Your objective: Quote exactly and only this range of lines in the data below: the line that holds "the baseline ends." to the line that holds "label = baseline.label()", both included.

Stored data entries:
━━━━━━━━━━━━━━━━

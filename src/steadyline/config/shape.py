"""Which keys each data type needs, and which combinations of a metric's keys make sense.

What only a whole metric can tell (a roll-up that fits its type, specification limits and a
target that agree, a baseline and an after period that can be compared), after each key has
been read on its own.
"""

from __future__ import annotations

from collections.abc import Callable

from .keys import STATISTICS, STUDY
from .model import MetricSpec, Period, Rollup
from .reading import Checker, Reader
from .studies import check_study_shape


def check_metric_shape(ck: Checker, m: MetricSpec, prefix: str, r: Reader) -> None:
    """Which keys each data type needs, and which combinations make sense."""
    line = r._line(None)

    def need(key, what):
        if getattr(m, key) is None:
            ck.add(f"{prefix}{key}", f"a {m.type} metric needs '{key}': {what}", line)

    if m.type == STUDY:
        check_study_shape(ck, m, prefix, r, need)
        return
    _check_columns(ck, m, prefix, r, need)
    if m.rollup is not None:
        _check_rollup(ck, m, m.rollup, prefix, r)
    _check_limits_and_target(ck, m, prefix, r)
    _check_business_keys(ck, m, prefix, r)
    if m.better == "target" and m.target is None:
        ck.add(
            f"{prefix}target", 'better = "target" needs a target value', line, severity="warning"
        )
    if m.type not in ("categories", STUDY) and m.baseline is None:
        ck.add(
            f"{prefix}baseline",
            "no baseline period (here or in [comparison]); all the data is treated as baseline",
            line,
            severity="warning",
        )


def _check_columns(
    ck: Checker, m: MetricSpec, prefix: str, r: Reader, need: Callable[[str, str], None]
) -> None:
    """The columns a process metric's type needs, and none of a measurement study's."""
    for key in ("part", "appraiser"):
        if getattr(m, key) is not None:
            ck.add(
                f"{prefix}{key}",
                f"'{key}' names a column of a measurement study (type = "
                f'"{STUDY}"); a {m.type} metric has none: remove it',
                r._line(key),
            )
    if m.type != "categories":
        need("time", "the column with the date or time of each row")
    if m.type == "continuous":
        need("value", "the column with the measured value")
    elif m.type == "subgroups":
        need("value", "the column with the measured value")
        if (m.subgroup is None) == (m.subgroup_size is None):
            ck.add(
                f"{prefix}subgroup",
                "a subgroups metric needs exactly one of 'subgroup' (the "
                "column naming each subgroup) or 'subgroup_size' (a fixed size over "
                "consecutive rows)",
                r._line(None),
            )
    elif m.type == "defectives":
        flags = m.value is not None and m.rollup is not None
        if not flags:
            need("count", "the column with the number of defective items")
            need("size", "the column with the number of items checked")
    elif m.type == "defects":
        need("count", "the column with the number of defects")
    elif m.type == "categories":
        need("category", "the column with each row's category")


def _check_rollup(ck: Checker, m: MetricSpec, rollup: Rollup, prefix: str, r: Reader) -> None:
    """The metric's roll-up only where it applies, and only with a statistic that fits."""
    if m.type in ("subgroups", "categories"):
        ck.add(
            f"{prefix}rollup",
            f"a roll-up does not apply to a {m.type} metric; remove it",
            r._line(None),
        )
        return
    fits, what = rollup_statistics(m)
    if rollup.statistic not in fits:
        use = " or ".join(f'"{f}"' for f in fits)
        ck.add(
            f"{prefix}rollup.statistic",
            f'"{rollup.statistic}" does not fit {what}; use statistic = {use}',
            ck.loc.line_of("statistic", r.table, r.index, "rollup"),
        )


def _check_limits_and_target(ck: Checker, m: MetricSpec, prefix: str, r: Reader) -> None:
    """The specification limits in order, and the target between them."""
    if m.spec_lower is not None and m.spec_upper is not None and m.spec_lower >= m.spec_upper:
        ck.add(
            f"{prefix}spec_lower",
            f"spec_lower ({m.spec_lower:g}) must be below spec_upper ({m.spec_upper:g})",
            r._line("spec_lower"),
        )
    # A target outside the specification limits is an error: a process run at its target would
    # be out of specification, so the limits or the target are mistyped, and what the pages say
    # about either (capability, closeness to target) could not be true. On a limit is allowed
    # (a target of zero with spec_lower = 0).
    lo, hi, t = m.spec_lower, m.spec_upper, m.target
    if t is None or (lo is not None and hi is not None and lo >= hi):
        return
    limits = _off_spec(t, lo, hi)
    if limits is not None:
        ck.add(
            f"{prefix}target",
            f"the target {_num(t)} is {limits}; a process on target "
            "would be out of specification: check the target and the limits",
            r._line("target"),
        )


def _off_spec(t: float, lo: float | None, hi: float | None) -> str | None:
    """Where a target lies off the specification limits, in words; None when it is on them
    or between them."""
    if lo is not None and hi is not None:
        return (
            None
            if lo <= t <= hi
            else f"outside the specification limits ({_num(lo)} to {_num(hi)})"
        )
    if lo is not None and t < lo:
        return f"below spec_lower ({_num(lo)})"
    if hi is not None and t > hi:
        return f"above spec_upper ({_num(hi)})"
    return None


def _check_business_keys(ck: Checker, m: MetricSpec, prefix: str, r: Reader) -> None:
    """opportunities_per_unit and expected_change: what each needs to mean anything."""
    opp = m.opportunities_per_unit
    if opp is not None:
        key, line = f"{prefix}opportunities_per_unit", r._line("opportunities_per_unit")
        if m.type != "defects":
            ck.add(key, f"applies to defects metrics only (this one is {m.type}); remove it", line)
        elif opp <= 0:
            ck.add(
                key,
                f"must be a positive number of places a defect can occur on one "
                f"unit, got {_num(opp)}",
                line,
            )
        elif m.size is None:
            ck.add(
                key,
                "needs 'size', the column with the number of units checked, to count "
                "the opportunities",
                line,
            )
    change = m.expected_change
    if change is not None:
        key, line = f"{prefix}expected_change", r._line("expected_change")
        if m.type == "categories":
            ck.add(
                key,
                "does not apply to a categories metric (no single measure to change); remove it",
                line,
            )
        elif change == 0:
            ck.add(
                key, "must not be zero: it is the change the after sample is sized to detect", line
            )
        elif m.type == "defectives" and not -1 < change < 1:
            ck.add(
                key,
                f"a change of a proportion lies between -1 and 1 (write -0.02 for two "
                f"percentage points down), got {_num(change)}",
                line,
            )
        elif (m.better, change > 0) in (("lower", True), ("higher", False)):
            ck.add(
                key,
                f'{_num(change)} is a change for the worse (better = "{m.better}"); '
                "the after sample is sized to detect it all the same",
                line,
                severity="warning",
            )


def _num(x: float) -> str:
    """A number from the metadata as written: short, but never rounded."""
    short = f"{x:g}"
    return short if float(short) == x else repr(x)


def rollup_statistics(m: MetricSpec) -> tuple[tuple[str, ...], str]:
    """The roll-up statistics that fit a metric, and what its roll-up does (for messages).

    Only these are accepted, so that a roll-up always does what its statistic says: the
    attribute types are rolled up by adding their counts per period (the p, u and c charts
    need the totals), never by the statistic's name.
    - continuous: every statistic, of the values of each period ("count" counts the rows with
      a value, "proportion" is the share of 1s in a 0/1 column, charted as defectives);
    - defectives: "proportion", the defective items over the items checked in each period
      (from count and size, or the share of 1s in a 0/1 value column);
    - defects without a size: "sum", the defects counted in each period (a mean per row would
      be a rate per row, and a row is no defined area of opportunity);
    - defects with a size: "mean", the defects per unit of area of each period: its summed
      counts over its summed size.
    """
    if m.type == "defectives":
        src = (
            "the share of 1s in its 0/1 'value' column"
            if m.value is not None
            else "its defective items over the items checked"
        )
        return ("proportion",), (f"a defectives metric: its roll-up plots {src} in each period")
    if m.type == "defects" and m.size is None:
        return ("sum",), (
            "a defects metric without a 'size' column: its roll-up adds the "
            "defects counted in each period (a mean per row is a rate only with a "
            "'size' column, the area of opportunity of each row)"
        )
    if m.type == "defects":
        return ("mean",), (
            "a defects metric with a 'size' column: its roll-up plots the "
            "defects per unit of 'size' in each period, the summed counts over "
            "the summed size"
        )
    return STATISTICS, "a continuous metric"


def period_clash(baseline: Period, after: Period) -> tuple[str, str] | None:
    """Why a baseline and an after period cannot be compared, and which of the two to change
    ("baseline" or "after"); None when the after period starts after the baseline ends.

    An error, not a warning: a day in both periods would be counted as "after" only (the
    baseline silently loses it), the baseline's limits and median would be drawn from data
    they are then compared with, and every before/after figure would compare the process with
    itself. An open-ended baseline ([start]) takes in every later day, so it overlaps any after
    period that does not end before it starts; an after period wholly before the baseline is
    refused too, since the pages would call the earlier data "after".
    """
    label = baseline.label()
    if after.end is not None and after.end < baseline.start:
        return "after", (
            f"the after period ({after.label()}) ends before the baseline "
            f"({label}) starts; the after period follows the baseline"
        )
    if after.start <= baseline.start:
        when = "before" if after.start < baseline.start else "on the day"
        fix = f", so start it after {baseline.end}" if baseline.end else ""
        return "after", (
            f"the after period starts {after.start}, {when} the baseline ({label}) "
            f"starts; the after period follows the baseline{fix}"
        )
    if baseline.end is None:
        return "baseline", (
            f"the baseline ({label}) has no end, so it overlaps the after period "
            f"({after.label()}); give the baseline an end before {after.start}"
        )
    if after.start > baseline.end:
        return None
    return "after", (
        f"the after period starts {after.start}, inside the baseline ({label}); a "
        f"day belongs to one period only, so start the after period after "
        f"{baseline.end}"
    )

━━━━━━━━━━━━━━━━

Task answer:
    ("baseline" or "after"); None when the after period starts after the baseline ends.

    An error, not a warning: a day in both periods would be counted as "after" only (the
    baseline silently loses it), the baseline's limits and median would be drawn from data
    they are then compared with, and every before/after figure would compare the process with
    itself. An open-ended baseline ([start]) takes in every later day, so it overlaps any after
    period that does not end before it starts; an after period wholly before the baseline is
    refused too, since the pages would call the earlier data "after".
    """
    label = baseline.label()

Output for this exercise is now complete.